Bio and images
When Kipling tells us that ". . . Rosie O'Grady and the
Colonel's lady, are sisters under the skin," he means that
women are all alike. Yet his claim arises from an opposing
pragmatic observation: the certainty that everyone in a
culture can visually distinguish a lady from another kind of
woman. Although many subtle differences of appearance and
behavior contribute to our assessment of an individual, our
primary way of identifying one person as a lady and one as
not is by evaluating what sociologists call clothing
tie-signs and tie-symbols. A tie-sign, such as a wedding
dress or school uniform, identifies the wearer as a member of
a specific group or category. A tie-symbol like cowboy boots,
which are worn by many people besides cowboys, suggests
affinity with a belief, attitude or group.
Clothing is an indicator of roles and behaviors. For
centuries, the restrictive character of Western women's
clothes, from stomachers, corsets and crinolines to hobble
skirts--even the dubious liberation of mini-skirts--has
provided metaphorical evidence of social restrictions on
women's freedom. But clothing is also a canvas onto which the
wearer projects a sense of beauty and personal identity.

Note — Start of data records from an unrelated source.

// Products of long sequences of matrices ("words"): the interface every braid-word computation goes through.
// Letters are given in application order: the result is letters.back() * ... * letters.front() * start.
// Implementations may use product trees, integer-polynomial kernels, modular images and ball arithmetic;
// every function here returns exactly what its naive definition says (tests compare against that).
//
// Engines (src/linalg/word_product.cpp):
//  * exact: letters are converted once per distinct pointer to integer-polynomial matrices (PolyMatrix, common
//    denominator, one part per radical mask); runs of one letter are binary powers, a periodic word w^q u is
//    computed as P(u) * P(w)^q, repeated subtrees are computed once, and the rest is a balanced product tree
//    (bit sizes of the two factors stay equal, so big-integer multiplication is used where it is fast).
//    word_product_columns on a big space (dimension well above the number of columns) instead applies the
//    letters one by one to the columns only, visiting only the nonzero entries of each generator.
//  * ball: see word_product_ball below.
//  * modular images: linalg/modular.hpp.
#pragma once
#include <string>
#include <vector>

#include "zetabraid/linalg/matrix.hpp"

namespace zb {

/// The int64 sparse-letter kernels (src/linalg/sparse_kernel.cpp), as named variants with one dispatcher:
///  * kEntries: entry by entry over each letter's multiplication matrices (the reference);
///  * kPortable: the row program (+1 / -1 / other multipliers per destination row) in plain C++;
///  * kAvx2: the row program, 4 columns per 256-bit vector (two vectors per pass);
///  * kAvx512: the row program, 8 columns per 512-bit vector.
/// kAuto picks kAvx512, else kAvx2, else kPortable, by what the processor supports. All give identical results.
enum class LetterKernel { kAuto, kEntries, kPortable, kAvx2, kAvx512 };
/// "auto", "entries", "portable", "avx2", "avx512".
const char* letter_kernel_name(LetterKernel k);
/// Inverse of letter_kernel_name; false for an unknown name.
bool letter_kernel_from_name(const std::string& name, LetterKernel* out);
/// Whether the processor (and this build) can run the variant (kAuto, kEntries and kPortable always can).
bool letter_kernel_available(LetterKernel k);
/// The variant that runs for k: kAuto resolved for this processor, others as they are.
LetterKernel letter_kernel_resolve(LetterKernel k);

struct ProductOptions {
  /// Worker threads for the product tree (1 = none). Results are identical at any thread count.
  int threads = 1;
  /// word_product_columns: apply letters column-wise (sparse) when dimension > columns_ratio * columns and
  /// dimension > columns_min_dimension; otherwise product tree then multiply the start.
  size_t columns_ratio = 4;
  size_t columns_min_dimension = 24;
  /// Detect runs / periodic words and compute the repeated part once (off only for tests and measurements).
  bool share_repeats = true;
  /// Use the int64 sparse-letter kernel (integral letters, <= 4 radicands) for blocks of letters while a
  /// rigorous coefficient bound stays below 2^62 (off only for tests and measurements).
  bool small_kernel = true;
  /// Which int64 letter kernel runs (a forced variant the processor lacks: MathError when it is first used).
  LetterKernel kernel = LetterKernel::kAuto;
  /// word_product_columns: once coefficients are long, apply int64 block products of letters instead of single
  /// letters (off only for tests and measurements).
  bool column_blocks = true;
  /// Switch to blocks at this many limbs per coefficient (-1: automatic, when dimension < columns * (2 + limbs)).
  long column_block_limbs = -1;
};

/// Exact product L_n ... L_1 (application order). Shapes must compose.
Matrix word_product(const std::vector<const Matrix*>& letters);
Matrix word_product(const std::vector<const Matrix*>& letters, const ProductOptions& opt);

/// Exact L_n ... L_1 * start: only the columns of `start` are propagated (cheap for few columns).
Matrix word_product_columns(const std::vector<const Matrix*>& letters, const Matrix& start);
Matrix word_product_columns(const std::vector<const Matrix*>& letters, const Matrix& start, const ProductOptions& opt);

/// Straightforward left-to-right exact product (the reference the fast engines are tested against).
Matrix word_product_naive(const std::vector<const Matrix*>& letters, const Matrix& start);

/// Ball enclosure of L_n ... L_1 * start at working precision prec (start may be an identity).
/// `out` is initialised by the caller with shape (rows of L_n) x (cols of start).
/// Every entry of `out` contains the exact entry (rigorous). Two methods (BallMethod):
///  * tree: a balanced product tree of acb_mat products (radius growth ~ polynomial in the word length instead of
///    exponential left to right, since every level multiplies balls of similar size);
///  * columns: the columns are propagated one letter at a time as exact midpoints plus one rigorous 2-norm error
///    bound per column, e' = nu(L) e + ||rad(L * mid)||_2, with nu(L) >= ||L||_2 bounded rigorously from the ball
///    of L^* L (sqrt of its max absolute row sum) or the Frobenius norm. For unitary letters nu ~ 1 + 2^-prec, so
///    the bound grows only linearly in the word length (~log2(length) bits lost); cost nnz(L) * columns per letter.
/// kAuto (the default here): columns when the dimension exceeds 8 or every letter has nu <= 1 + 2^-10, else tree.
void word_product_ball(acb_mat_t out, const std::vector<const Matrix*>& letters, const Matrix& start, long prec);

/// kColumns at a working precision <= 112 first tries midpoints in 128-bit fixed point (value X * 2^-112, one
/// truncation per real product, rigorous error recurrence; see word_product_ball.cpp) and falls back to arb
/// balls when a magnitude guard fails; kColumnsArb always uses arb balls (measurements, tests).
enum class BallMethod { kAuto, kTree, kColumns, kColumnsArb };

struct BallOptions {
  /// Wanted absolute accuracy: every entry's radius <= 2^-target_bits (bits of accuracy kept).
  long target_bits = 64;
  long max_precision = 1 << 16;
  BallMethod method = BallMethod::kAuto;
  int threads = 1;
};

struct BallReport {
  long precision = 0;      ///< working precision of the last (returned) run
  long accuracy_bits = 0;  ///< -log2(largest radius), i.e. absolute bits kept (ARF_PREC_EXACT-like when exact)
  long relative_bits = 0;  ///< acb_mat relative accuracy: min over nonzero entries of acb_rel_accuracy_bits
  bool reached = false;    ///< accuracy_bits >= target_bits
  int runs = 0;
};

/// Adaptive version: picks a starting precision from the word length, reruns at higher precision until every
/// radius is <= 2^-target_bits (or max_precision is reached: then reached = false). Same enclosure guarantee.
BallReport word_product_ball_adaptive(acb_mat_t out, const std::vector<const Matrix*>& letters, const Matrix& start,
                                      const BallOptions& opt);
/// Same with a fixed precision and explicit method (measurements, tests).
void word_product_ball(acb_mat_t out, const std::vector<const Matrix*>& letters, const Matrix& start, long prec,
                       BallMethod method, int threads = 1);

/// Absolute and relative accuracy of a ball matrix (as in BallReport).
long ball_matrix_accuracy_bits(const acb_mat_t m);
long ball_matrix_relative_bits(const acb_mat_t m);

}  // namespace zb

In recent decades, artists have exploited the disjuncture
between the meanings embodied in clothing and the individual
identities of women. Contrary to Kipling's dictum, women may
be sisters in some regards, but unique--in ways that have
nothing or everything to do with clothing--in others. The
classical life-size glass sculptures of Karen LaMonte, a 2002
Resident Fellow at the Creative Glass Center of American,
address this paradoxical zone--the space between individual
being and constructed appearance-- in a wonderfully literal
way. With a specificity akin to Rachel Whiteread's negative
architectural castings, LaMonte records the territory between
a woman's naked skin and the surface of her clothing, a
feminine swirl of draperies, ruffles and "bows on the butt."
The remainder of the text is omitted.